One of my favorite scenes in the movie Working Girl comes near the end, where our heroine, Tess (Melanie Griffith), seizes a last-ditch opportunity to stop her boss, Katherine (Sigourney Weaver) from stealing her deal. After Jack (Harrison Ford) corrals their potential client into an elevator alone with them for the ride up to the mergers and acquisitions offices high in the World Trade Center, Tess delivers the OG high-stakes elevator pitch by explaining how she came up with her inspired, out-of-left-field idea that the client’s company, looking to invest in television networks, acquire a radio network instead.

And here’s the text in print (in case the clip is ever taken down by the person who posted it on YouTube, or in case you’d rather just read):

Okay.  See, this is Forbes.  It’s just your basic article about how you were looking to expand into broadcasting, right?  Okay now, the same day—I’ll never forget this—I’m reading page six of the Post, and there’s this item on Bobby Stein, the radio talk show guy who does all those gross jokes about Ethiopia and the Betty Ford Center.  Well, anyway, he’s hosting this charity auction that night: Real blue bloods, and won’t that be funny. Now turn the page to Suzy, who does the society stuff, and  there’s this picture of your daughter. See, nice picture.  And she’s helping to organize the charity ball.  So I started to think: Trask . . . radio, Trask . . . radio.”  And then I hooked up with Jack, and he came on board with Metro, and…and so now here we are.

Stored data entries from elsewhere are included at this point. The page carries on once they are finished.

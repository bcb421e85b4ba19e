//! Random maps against known answers, and sites one by one against lists of edges.

use dashu_ratio::RBig;

use super::*;
use crate::lattice::{Boundary, Graph, Kind, Lattice, Regular};
use crate::law::Beta;
use crate::law::Model;

fn ising(lattice: Lattice, listed: bool) -> Law {
    let one = |value: &str| Exact::parse(value).unwrap();
    let coupling = (!listed).then(Exact::one);
    let field = Some(one("0"));
    Law::new(
        Model::Ising {
            beta: Beta::Number(one("0.4")),
            coupling,
            field,
        },
        lattice,
        None,
    )
    .unwrap()
}

fn graph(sites: u64, edges: Vec<[u32; 2]>, couplings: Option<Vec<&str>>) -> Lattice {
    let couplings = couplings.map(|list| list.into_iter().map(|text| Exact::parse(text).unwrap()).collect());
    Lattice::Graph(Arc::new(Graph::new(sites, edges, couplings, None).unwrap()))
}

/// `tests/vectors/stream1.json`, made by an independent program.
#[test]
fn colour_classes_are_the_known_ones() {
    let vectors: serde_json::Value = serde_json::from_str(include_str!("../../tests/vectors/stream1.json")).unwrap();
    let cases = vectors["classes"].as_array().unwrap();
    for case in cases {
        let kind = Kind::from_word(case["lattice"]["kind"].as_str().unwrap()).unwrap();
        let extents: Vec<u64> = serde_json::from_value(case["lattice"]["extents"].clone()).unwrap();
        let boundary = vec![Boundary::Periodic; extents.len()];
        let law = ising(Lattice::Regular(Regular::new(kind, extents, boundary).unwrap()), false);
        let known: Vec<Vec<u32>> = serde_json::from_value(case["classes"].clone()).unwrap();
        let map = RandomMap::new(&law).unwrap();
        let found: Vec<Vec<u32>> = map.classes().iter().map(|class| class.sites().collect()).collect();
        assert_eq!(found, known);
    }
    assert_eq!(cases.len(), 4);
}

#[test]
fn a_law_with_too_many_thresholds_is_refused_and_the_crowded_site_named() {
    // 21 couplings 1, 2, 4, ...: 2^21 distinct local fields at site 3
    let star = |count: u32, coupling: fn(u32) -> String| {
        let edges = (0..count)
            .map(|number| [3, if number < 3 { number } else { number + 1 }])
            .collect();
        let couplings: Vec<String> = (0..count).map(coupling).collect();
        graph(
            u64::from(count) + 1,
            edges,
            Some(couplings.iter().map(String::as_str).collect()),
        )
    };
    let error = RandomMap::new(&ising(star(21, |number| (1u64 << number).to_string()), true)).unwrap_err();
    assert!(error.to_string().contains("site 3 has most neighbours: 21"), "{error}");
    // as many neighbours, but few distinct fields: accepted
    assert!(RandomMap::new(&ising(star(40, |number| (number % 7 + 1).to_string()), true)).is_ok());
    // couplings without a usable common unit
    let error = RandomMap::new(&ising(
        star(12, |number| format!("1/{}", 10u64.pow(11) + 3 + 2 * u64::from(number))),
        true,
    ))
    .unwrap_err();
    assert!(error.to_string().contains("common unit"), "{error}");
}

/// By hand: two edges to one site count each; a zero coupling asks for one threshold.
#[test]
fn every_edge_counts_on_its_own() {
    let double = RandomMap::new(&ising(graph(2, vec![[0, 1], [0, 1]], None), false)).unwrap();
    assert_eq!(double.ends(0).count(), 2);
    assert_eq!(double.asked(0).len(), 3);
    let triangle =
        |couplings| RandomMap::new(&ising(graph(3, vec![[0, 1], [1, 2], [0, 2]], Some(couplings)), true)).unwrap();
    assert!(triangle(vec!["1", "1", "1"]).is_ordered());
    assert!(triangle(vec!["-1", "-1", "1"]).is_ordered());
    assert!(!triangle(vec!["-1", "-1", "-1"]).is_ordered());
    assert!(triangle(vec!["-1", "-1", "0"]).is_ordered());
    let silent = RandomMap::new(&ising(graph(2, vec![[0, 1]], Some(vec!["0"])), true)).unwrap();
    assert_eq!(silent.asked(0), [Threshold::Below(1 << 127)]);
    assert_eq!(silent.spread(), 0.0);
    // held sites have no surroundings of their own: the free pair beside one counts, and none may be left free
    let held = |sites: &[u32]| {
        let law = ising(graph(3, vec![[1, 2]], None), false);
        let held = Held::new(sites.iter().map(|site| (*site, Spin::Plus)).collect()).unwrap();
        let law = Law::new(law.model().clone(), law.lattice().clone(), Some(Arc::new(held))).unwrap();
        RandomMap::new(&law).unwrap()
    };
    assert!(held(&[0]).spread() > 0.1);
    let all = held(&[0, 1, 2]);
    assert_eq!((all.spread(), all.lanes(), all.classes().len()), (0.0, 0, 0));
}

fn with_held(law: &Law, sites: &[(u32, Spin)]) -> Law {
    let held = Arc::new(Held::new(sites.to_vec()).unwrap());
    Law::new(law.model().clone(), law.lattice().clone(), Some(held)).unwrap()
}

/// Each site's ends against the list of edges: regular lattices with every kind of edge, graphs, held sites.
#[test]
fn ends_are_those_of_the_edges() {
    use Boundary::{Free, Minus, Periodic, Plus};
    let regular = |kind, extents: &[u64], boundary: &[Boundary]| {
        ising(
            Lattice::Regular(Regular::new(kind, extents.to_vec(), boundary.to_vec()).unwrap()),
            false,
        )
    };
    let chords = vec![[0, 1], [3, 1], [1, 0], [2, 4], [4, 3], [0, 5], [5, 1]];
    let couplings = vec!["1", "-2", "1/3", "0", "1", "-2", "5"];
    let laws = [
        regular(Kind::Hypercubic, &[2], &[Periodic]),
        regular(Kind::Hypercubic, &[5, 2, 3], &[Free, Periodic, Minus]),
        regular(Kind::Triangular, &[2, 4], &[Periodic, Plus]),
        regular(Kind::Triangular, &[5, 5], &[Periodic, Periodic]),
        regular(Kind::Honeycomb, &[3, 2], &[Periodic, Free]),
        ising(graph(7, chords.clone(), None), false),
        ising(graph(7, chords, Some(couplings)), true),
    ];
    for law in laws
        .iter()
        .flat_map(|law| [law.clone(), with_held(law, &[(1, Spin::Plus), (0, Spin::Minus)])])
    {
        let map = RandomMap::new(&law).unwrap();
        let moves = |site: u32| map.held().iter().all(|(held, _)| *held != site);
        let coupling = |edge: usize| match law.lattice().graph().and_then(|graph| graph.couplings()) {
            Some(list) => list[edge].clone(),
            None => Exact::one(),
        };
        let mut expected = vec![Vec::new(); map.sites() as usize];
        for (edge, [a, b]) in law
            .lattice()
            .edges()
            .enumerate()
            .filter(|(_, [a, b])| moves(*a) && moves(*b))
        {
            let coupling = coupling(edge);
            let rising = coupling > Exact::zero();
            expected[a as usize].push((b, coupling.clone(), rising));
            expected[b as usize].push((a, coupling, rising));
        }
        for (site, mut expected) in (0..).zip(expected) {
            let mut found: Vec<End> = map.ends(site).collect();
            found.sort_unstable_by_key(|end| (end.site, end.weight));
            expected.sort_unstable();
            assert_eq!(found.len(), expected.len(), "{law:?}, site {site}");
            for (end, (far, coupling, rising)) in found.iter().zip(&expected) {
                assert_eq!((end.site, end.rising), (*far, *rising), "{law:?}, site {site}");
                // weights are couplings in a unit of the site
                let weigh = |weight: i128, coupling: &Exact| RBig::from(weight) * coupling.as_fraction();
                assert_eq!(weigh(end.weight, &expected[0].1), weigh(found[0].weight, coupling));
            }
        }
    }
}

/// By hand: a law that is ordered only with some sites flipped, with two classes, with three, and with mixed signs.
#[test]
fn an_order_is_found_where_there_is_one() {
    let ordered = |lattice: Lattice, beta: &str| {
        let model = Model::Ising {
            beta: Beta::Number(Exact::parse(beta).unwrap()),
            coupling: lattice
                .graph()
                .is_none_or(|graph| graph.couplings().is_none())
                .then(Exact::one),
            field: Some(Exact::zero()),
        };
        let map = RandomMap::new(&Law::new(model, lattice, None).unwrap()).unwrap();
        (map.is_ordered(), map.classes().len())
    };
    let torus = |extent: u64| {
        Lattice::Regular(Regular::new(Kind::Hypercubic, vec![extent; 2], vec![Boundary::Periodic; 2]).unwrap())
    };
    // a path from 0 over 2 and 3 to 1: bipartite, but greedy colouring needs a third colour for 3
    let path = |couplings| graph(4, vec![[0, 2], [2, 3], [3, 1]], couplings);
    assert_eq!(ordered(torus(4), "-0.2"), (true, 2));
    assert_eq!(ordered(torus(5), "-0.2"), (false, 4));
    assert_eq!(ordered(torus(5), "0.2"), (true, 4));
    assert_eq!(ordered(path(None), "-0.2"), (true, 3));
    assert_eq!(ordered(path(Some(vec!["1", "-1", "1"])), "0.2"), (true, 3));
    assert_eq!(
        ordered(graph(3, vec![[0, 1], [1, 2], [0, 2]], None), "-0.2"),
        (false, 3)
    );
}

/// Profiles are shared by what a site sees: here by how many neighbours move.
#[test]
fn sites_that_see_the_same_share_a_profile() {
    let square = |boundary| {
        let square = Regular::new(Kind::Hypercubic, vec![6, 5], vec![boundary; 2]).unwrap();
        RandomMap::new(&ising(Lattice::Regular(square), false)).unwrap()
    };
    assert_eq!(square(Boundary::Periodic).profiles(), 1);
    let free = square(Boundary::Free);
    assert_eq!(free.profiles(), 3);
    for site in 0..30 {
        for other in 0..30 {
            let same = free.ends(site).count() == free.ends(other).count();
            assert_eq!(free.profile(site) == free.profile(other), same, "{site} and {other}");
        }
    }
}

In a similar, though much lower-stakes, moment earlier in the film, Tess suggests to Katherine that they serve dim sum dumplings at a reception instead of the usual appetizers. When she mentions that she’s been reading about them in W (a fashion magazine), a snooty colleague of her boss sneers, “You read W?”—the implication being that Tess, a Staten Island girl with the accent to prove it and a wardrobe to match, couldn’t possibly be reading a “cool kids” publication like W.

Tess keeps her cool, though. Her response (and the setup for her later moment of triumph) is blunt and simple:

I read a lot of things. I mean, you never know where the big ideas could come from. You know?

Changing the subject a bit, but along these same lines, I just found an extrememly interesting (and very readable!) article, “Bloom patterns: radially expansive, developable and flat-foldable origami,” written by an engineering professor, an origami artist, and an engineering student who has been fascinated by origami his entire life.

I actually listed the authors backwards just now to call attention to something unusual—and the reverse of how publishing ordinarily works in the fields of science, mathematics, and engineering. In the case of this article, the engineering student, Zhongyouan Wang, is actually the lead author!

“Bloom patterns: radially expansive, developable and flat-foldable origami”  https://royalsocietypublishing.org/doi/epdf/10.1098/rspa.2025.0299

As he should be, because Wang is the creator of a unique new type of origami that “blooms” in radials from a center, like a flower. Although many different “bloom pattern” design variations may be created, they will all have that centerpoint in common, like the flower head or disk at the center of a daisy.

Cover, Proceedings of the Royal Society A: Volume 481, Issue 2320 (Aug 2025)

From a news story published by Brigham Young University this week:

The researchers coined the term “bloom patterns” to describe this new group of unfolding mechanisms that resemble flowers blooming.

“Bloom patterns have three main characteristics that make them unique,” said Wang, a BYU mechanical engineering major. “First, they can be folded flat. Second, they are deployable. Third, they expand like a flower blooming, rotating from a symmetric center.”

In terms of engineering applications, this means that large items that require compact size for storage could be manufactured via origami folds from a single large sheet of material, stored in its fully-folded form, and then either partially or completely “deployed” to become take on the desired final shape. Something like this could give a whole new spin to concepts like prefabricated architecture, for example. The researchers note that the rotational symmetry and somewhat circular shape of the deployed structures give these items more stability than similar structures created using other (non “bloom”) origami folding patterns.

Here’s a video from Brigham Youg explaining this origami and its engineering applications potential.

Hmm, I love the creativity of this mashup:

Origami . . . engineering.

Origami . . . engineering.

If you’d like to see the full article, published by Proceedings of the Royal Society A: Volume 481, Issue 2320 (Aug 2025), click here: https://royalsocietypublishing.org/doi/epdf/10.1098/rspa.2025.0299

Highly recommended reading.

After all, you never know where the big ideas could come from. You know?